# US Nationals 2011: The Movie?



## HelpCube (Jul 31, 2011)

It pretty much seems like you guys want this to happen, so I think it's pretty close to official at this point. The video below is the video I made asking people about the idea.

As long as this is official and you guys are really willing to help me out and make this a community effort, I'll go into a few specifics.

I'll set up an email for people to send me the footage they film at nationals. If you can, 720p footage is what im going for. If you have 1080p footage, I would love you if you re-rendered it in 720p, as the final render would be in 720p so it doesnt take forever to render.

Other than just filming solves, I would need some people to film other things. I can do some specific things myself, but something like a time lapse of the outiside of the building the comp will be in that will be 1-2 hours I couldn't do, as my camera has a fairly small SD card. So if someone has a camera with a large SD card that can hold that much footage, that would be a nice shot to get.

I've said this a gizillion times, but It would be nice if EVERY event got filmed. A WR foot solve would be pretty cool to have in the movie 

Here's the original post:

I've been editing my solves from competitions to look nice and all, but I'm not the greatest at cubing. So... With nationals coming up, I was wondering if we could make a "movie" of nationals. Basically, if someone gets a nice solve/average, they would send the footage to me, and I would edit it along with hopefully quite a few others and make 3-5 minute "movie" (more like a montage) out of it. 

Tell me if you think this is a good idea. I'll post my most recent solve montage down below (replaced with my video talking about the movie) so you can see sort of what it would be like. If you like this idea, tell me 

Obviously though, we would need alot of good cubers from alot of events to film themselves, and hopefully get good solves. I cant film every good cuber in every event, so I need a collaboration from everyone.
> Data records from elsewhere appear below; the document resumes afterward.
#include "synthesis/noise_render.hpp"

#include <kiss_fftr.h>

#include <algorithm>
#include <array>
#include <bit>
#include <cassert>
#include <cmath>
#include <memory>
#include <optional>
#include <vector>

#include "core/noise_bands.hpp"
#include "core/rng.hpp"
#include "core/units.hpp"
#include "synthesis/kernel_clones.hpp"
#include "synthesis/rate_convert.hpp"

namespace wane {

namespace {

/// Frames overlap four times: Hann^2 windows sum to a constant at hop N/4, so the power follows
/// the envelopes without ripple, and Hann's low sidelobes keep the bands' skirts steep.
constexpr int synthesis_overlap = 4;
/// Unit frames per band: one per overlapping frame, so frames that overlap never share one.
constexpr int pool_frames = synthesis_overlap;
constexpr int phase_table_bits = 12;
constexpr std::size_t phase_table_size = std::size_t{1} << phase_table_bits;
/// Frames whose every band is this far below full scale are skipped (silent, costs nothing).
constexpr double silent_level_db = -160.0;
/// The lowest draw rate (noise_draw_rate_hz). Its frame (1024 samples at the default frame_s) is
/// a power of two, and so is every draw rate's frame, twice as long at twice the rate: the same
/// bins in Hz, the same frame times and shifts in seconds, the same phases per bin.
constexpr double draw_base_rate_hz = 48000.0;

struct unit_phasors {
    std::array<float, phase_table_size> re{}, im{};
    unit_phasors() {
        for (std::size_t i = 0; i < phase_table_size; ++i) {
            const double a = two_pi * static_cast<double>(i) / static_cast<double>(phase_table_size);
            re[i] = static_cast<float>(std::cos(a));
            im[i] = static_cast<float>(std::sin(a));
        }
    }
};

struct kiss_cfg_deleter {
    void operator()(kiss_fftr_cfg cfg) const { kiss_fftr_free(cfg); }
};

struct band_bins {
    int first = 0;  ///< first bin
    int count = 0;  ///< number of bins
    const noise_band* band = nullptr;
    /// The envelope as core/envelope.hpp evaluates it, prepared once: the decay pieces, the
    /// peak's linear amplitude, and the piece the frames (in time order) have reached.
    std::vector<envelope_piece> pieces;
    double peak_lin = 0.0;
    std::size_t piece = 0;
    std::uint64_t pool_seed = 0;  ///< seed of this band's unit frames
    std::optional<std::uint64_t> own_pool_seed;  ///< a stereo channel's own noise (see make_pool)
    bool pool_ready = false;
};

/// The band's level at time_s >= 0, the same arithmetic as envelope_level (core/envelope.cpp)
/// without its per-call piece list; time_s must not decrease between calls.
level_db band_level(band_bins& b, double time_s) {
    const envelope& env = b.band->env;
    if (time_s < env.attack_s) return to_level(amp_lin{b.peak_lin * time_s / env.attack_s});
    while (b.piece + 1 < b.pieces.size() && !(time_s < b.pieces[b.piece].end_s)) ++b.piece;
    const envelope_piece& p = b.pieces[b.piece];
    if (!(time_s < p.end_s)) return level_db{-infinity};  // unreachable: the last piece ends at +inf
    return level_db{p.start_level.db + p.slope_db_per_s * (time_s - p.start_s)};
}

// acc[n] += gain * src[n], n < count (a multiply, then an add: the same bits in every clone).
WANE_KERNEL_CLONES
void add_scaled(float* __restrict acc, const float* __restrict src, float gain, std::size_t count) {
    for (std::size_t n = 0; n < count; ++n) acc[n] += gain * src[n];
}

// out[n] += frame[n] * window[n], n < count.
WANE_KERNEL_CLONES
void add_windowed(float* __restrict out, const float* __restrict frame, const float* __restrict window,
                  std::size_t count) {
    for (std::size_t n = 0; n < count; ++n) out[n] += frame[n] * window[n];
}

/// The band's pool: pool_frames periodic unit frames of n_fft samples, each stored twice in a row
/// (2 n_fft floats), so a frame at any circular shift s is the contiguous [s, s + n_fft).
/// Each is the unnormalized inverse real FFT of unit-magnitude bins with random phases inside the
/// band (bins first .. first + count - 1), zero elsewhere. With an own seed (a stereo channel)
/// every bin is sqrt(c) e^(j a) + sqrt(1 - c) e^(j b), c the band's coherence, a drawn from the
/// shared pool seed (the same in every channel) and b from the own one: by linearity the frame of
/// the shared noise at power c plus the channel's own at 1 - c, for one inverse FFT.
void make_pool(const band_bins& b, int n_fft, kiss_fftr_cfg plan, std::span<kiss_fft_cpx> spectrum,
               std::span<float> pool) {
    static const unit_phasors phasors;
    const auto n = static_cast<std::size_t>(n_fft);
    assert(pool.size() == static_cast<std::size_t>(pool_frames) * 2 * n);
    splitmix64 rng{b.pool_seed};
    splitmix64 own_rng{b.own_pool_seed.value_or(0)};
    const double c = b.own_pool_seed ? std::clamp(b.band->coherence, 0.0, 1.0) : 1.0;
    const auto shared_gain = static_cast<float>(std::sqrt(c));
    const auto own_gain = static_cast<float>(std::sqrt(1.0 - c));
    for (int j = 0; j < pool_frames; ++j) {
        std::fill(spectrum.begin(), spectrum.end(), kiss_fft_cpx{0.0f, 0.0f});
        for (int k = 0; k < b.count; ++k) {
            const std::size_t idx = static_cast<std::size_t>(rng.next() >> (64 - phase_table_bits));
            kiss_fft_cpx bin{phasors.re[idx], phasors.im[idx]};
            if (b.own_pool_seed) {
                const std::size_t own = static_cast<std::size_t>(own_rng.next() >> (64 - phase_table_bits));
                bin = {shared_gain * bin.r + own_gain * phasors.re[own], shared_gain * bin.i + own_gain * phasors.im[own]};
            }
            spectrum[static_cast<std::size_t>(b.first) + static_cast<std::size_t>(k)] = bin;
        }
        float* unit = pool.data() + static_cast<std::size_t>(j) * 2 * n;
        kiss_fftri(plan, spectrum.data(), unit);
        std::copy(unit, unit + n, unit + n);
    }
}

/// Periodic Hann window of n_fft samples; window_power_sum = sum(w^2). Overlap-added at hop
/// N/4, w^2 sums to exactly 3/2 = sum(w^2) / hop.
std::vector<float> periodic_hann(int n_fft, double& window_power_sum) {
    std::vector<float> window(static_cast<std::size_t>(n_fft));
    window_power_sum = 0.0;
    for (int n = 0; n < n_fft; ++n) {
        const double w = 0.5 - 0.5 * std::cos(two_pi * n / n_fft);
        window[static_cast<std::size_t>(n)] = static_cast<float>(w);
        window_power_sum += w * w;
    }
    return window;
}

/// Bins of each band: centres in [low, high), DC and Nyquist excluded; at least one bin. Draws
/// one pool seed per band from rng, in band order (also for a band left out above Nyquist), and
/// likewise an own pool seed per band from own_rng when there is one.
std::vector<band_bins> band_layout(std::span<const noise_band> bands, splitmix64& rng,
                                   std::optional<splitmix64>& own_rng, double bin_hz, double nyquist_hz, int n_bins) {
    std::vector<band_bins> layout;
    for (const noise_band& b : bands) {
        const std::uint64_t pool_seed = rng.next();
        std::optional<std::uint64_t> own_pool_seed;
        if (own_rng) own_pool_seed = own_rng->next();
        const double high_hz = std::min(b.high_hz, nyquist_hz);
        if (b.low_hz >= high_hz) continue;
        int first = std::max(1, static_cast<int>(std::ceil(b.low_hz / bin_hz)));
        int last = std::min(n_bins - 2, static_cast<int>(std::ceil(high_hz / bin_hz)) - 1);
        if (last < first) {
            first = std::clamp(static_cast<int>(std::lround(0.5 * (b.low_hz + high_hz) / bin_hz)), 1, n_bins - 2);
            last = first;
        }
        layout.push_back({.first = first, .count = last - first + 1, .band = &b, .pieces = envelope_pieces(b.env),
                          .peak_lin = to_amp(b.env.peak).lin, .pool_seed = pool_seed,
                          .own_pool_seed = own_pool_seed});
    }
    return layout;
}

}  // namespace

int noise_frame_size(double sample_rate_hz, double frame_s) {
    int n = 64;
    while (n < sample_rate_hz * frame_s) n *= 2;
    return n;
}

namespace {

/// The bands' noise at a draw rate (noise_draw_rate_hz of itself), added into out.
void add_noise_at_draw_rate(std::span<const noise_band> bands, const noise_render_params& params,
                            std::span<float> out) {
    assert(noise_draw_rate_hz(params.sample_rate_hz) == params.sample_rate_hz);
    const int n_fft = noise_frame_size(params.sample_rate_hz, params.frame_s);
    const int hop = n_fft / synthesis_overlap;
    const int n_bins = n_fft / 2 + 1;
    const double bin_hz = params.sample_rate_hz / n_fft;
    const double nyquist_hz = params.sample_rate_hz / 2.0;
    assert(std::has_single_bit(static_cast<unsigned>(n_fft)));
    // Shifts are drawn in steps of the frame at the lowest draw rate (shift_steps of them), so
    // every draw rate shifts a frame by the same time.
    const int shift_steps = noise_frame_size(draw_base_rate_hz, params.frame_s);
    const int shift_bits = std::countr_zero(static_cast<unsigned>(shift_steps));
    const auto shift_stride = static_cast<std::size_t>(std::max(1, n_fft / shift_steps));

    double window_power_sum = 0.0;
    const std::vector<float> window = periodic_hann(n_fft, window_power_sum);

    // Random streams: one seed per band for its pool, then the frames' shifts. Drawn in band
    // order up front, so a band's noise does not depend on when (or whether) others sound.
    splitmix64 rng{params.seed};

    std::optional<splitmix64> own_rng;
    if (params.own_seed) own_rng = splitmix64{*params.own_seed};
    std::vector<band_bins> layout = band_layout(bands, rng, own_rng, bin_hz, nyquist_hz, n_bins);
    if (layout.empty()) return;

    const auto n = static_cast<std::size_t>(n_fft);
    const std::size_t pool_floats = static_cast<std::size_t>(pool_frames) * 2 * n;
    const double gain_lin = to_amp(level_db{params.gain_db}).lin;
    const double inverse_scale = 1.0 / n_fft;  // kiss_fftri is unnormalized
    std::unique_ptr<kiss_fftr_state, kiss_cfg_deleter> plan(kiss_fftr_alloc(n_fft, 1, nullptr, nullptr));
    std::vector<kiss_fft_cpx> spectrum(static_cast<std::size_t>(n_bins));
    std::vector<float> pools(layout.size() * pool_floats);  // filled when a band first sounds
    std::vector<float> frame(n);
    std::vector<float> bin_amp(layout.size());

    const auto total = static_cast<long>(out.size());
    // Frame m is centred on sample m * hop and spans [m hop - N/2, m hop + N/2); it draws one
    // shift per band (sounding or not), so a frame's noise does not depend on the others.
    for (long m = 0; m * hop - n_fft / 2 < total; ++m) {
        const double centre_s = static_cast<double>(m * hop) / params.sample_rate_hz;
        bool audible = false;
        for (std::size_t i = 0; i < layout.size(); ++i) {
            const level_db level = band_level(layout[i], centre_s);
            if (!(level.db > silent_level_db)) {  // left out, as whole silent frames are
                bin_amp[i] = 0.0f;
                continue;
            }
            audible = true;
            const double amp = to_amp(level).lin;
            const double bin_power = bin_power_for_band(amp * amp, layout[i].count, n_fft, hop, window_power_sum);
            bin_amp[i] = static_cast<float>(std::sqrt(bin_power) * gain_lin * inverse_scale);
        }
        if (!audible) {
            rng.skip(layout.size());
            continue;
        }
        std::fill(frame.begin(), frame.end(), 0.0f);
        const auto pool_index = static_cast<std::size_t>(m % pool_frames);
        for (std::size_t i = 0; i < layout.size(); ++i) {
            const auto shift = static_cast<std::size_t>(rng.next() >> (64 - shift_bits)) * shift_stride;
            if (bin_amp[i] == 0.0f) continue;
            const std::span<float> pool(pools.data() + i * pool_floats, pool_floats);
            if (!layout[i].pool_ready) {
                make_pool(layout[i], n_fft, plan.get(), spectrum, pool);
                layout[i].pool_ready = true;
            }
            add_scaled(frame.data(), pool.data() + pool_index * 2 * n + shift, bin_amp[i], n);
        }
        const long start = m * hop - n_fft / 2;
        const long from = std::max(0L, -start);
        const long to = std::min<long>(n_fft, total - start);
        add_windowed(out.data() + start + from, frame.data() + from, window.data() + from,
                     static_cast<std::size_t>(to - from));
    }
}

}  // namespace

double noise_draw_rate_hz(double sample_rate_hz) {
    double rate_hz = draw_base_rate_hz;
    while (rate_hz < sample_rate_hz) rate_hz *= 2.0;
    return rate_hz;
}

void add_noise_bands(std::span<const noise_band> bands, const noise_render_params& params, std::span<float> out) {
    if (bands.empty() || out.empty()) return;
    const double draw_rate_hz = noise_draw_rate_hz(params.sample_rate_hz);
    if (draw_rate_hz == params.sample_rate_hz) {
        add_noise_at_draw_rate(bands, params, out);
        return;
    }
    // Drawn at the draw rate over the output's time plus the samples the converter's kernel
    // reads past its end, then converted (synthesis/rate_convert.hpp).
    const auto margin_frames = static_cast<std::size_t>(rate_convert_taps(draw_rate_hz, params.sample_rate_hz));
    const auto drawn_frames = static_cast<std::size_t>(std::ceil(static_cast<double>(out.size()) * draw_rate_hz /
                                                                 params.sample_rate_hz)) + margin_frames;
    std::vector<float> drawn(drawn_frames, 0.0f);
    noise_render_params at_draw = params;
    at_draw.sample_rate_hz = draw_rate_hz;
    add_noise_at_draw_rate(bands, at_draw, drawn);
    add_rate_converted(drawn, draw_rate_hz, params.sample_rate_hz, out);
}

}  // namespace wane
This is nowhere near final or anything, just tell me if you would be interested in seeing something like this happen and if you would be able to send footage. Thanks!


----------



## chicken9290 (Jul 31, 2011)

i wont be at nationals but it would be totally cool if you could make that movie. make sure you get some dan and rowe solves in there. whats the name of this song


----------



## Hovair (Jul 31, 2011)

Maybe I could. Ill be going but my camera dont have a mic.


----------



## Sa967St (Jul 31, 2011)

Lots of people will be filming at Nats. I don't think you'll need to worry about not getting enough footage of the fastest cubers there. 
Sounds like a nice idea. 



HelpCube said:


> I would edit it along with hopefully quite a few others and make 3-5 minute "movie" (more like a montage) out of it.
> 
> I cant film every good cuber in every event, so I need a collaboration from everyone.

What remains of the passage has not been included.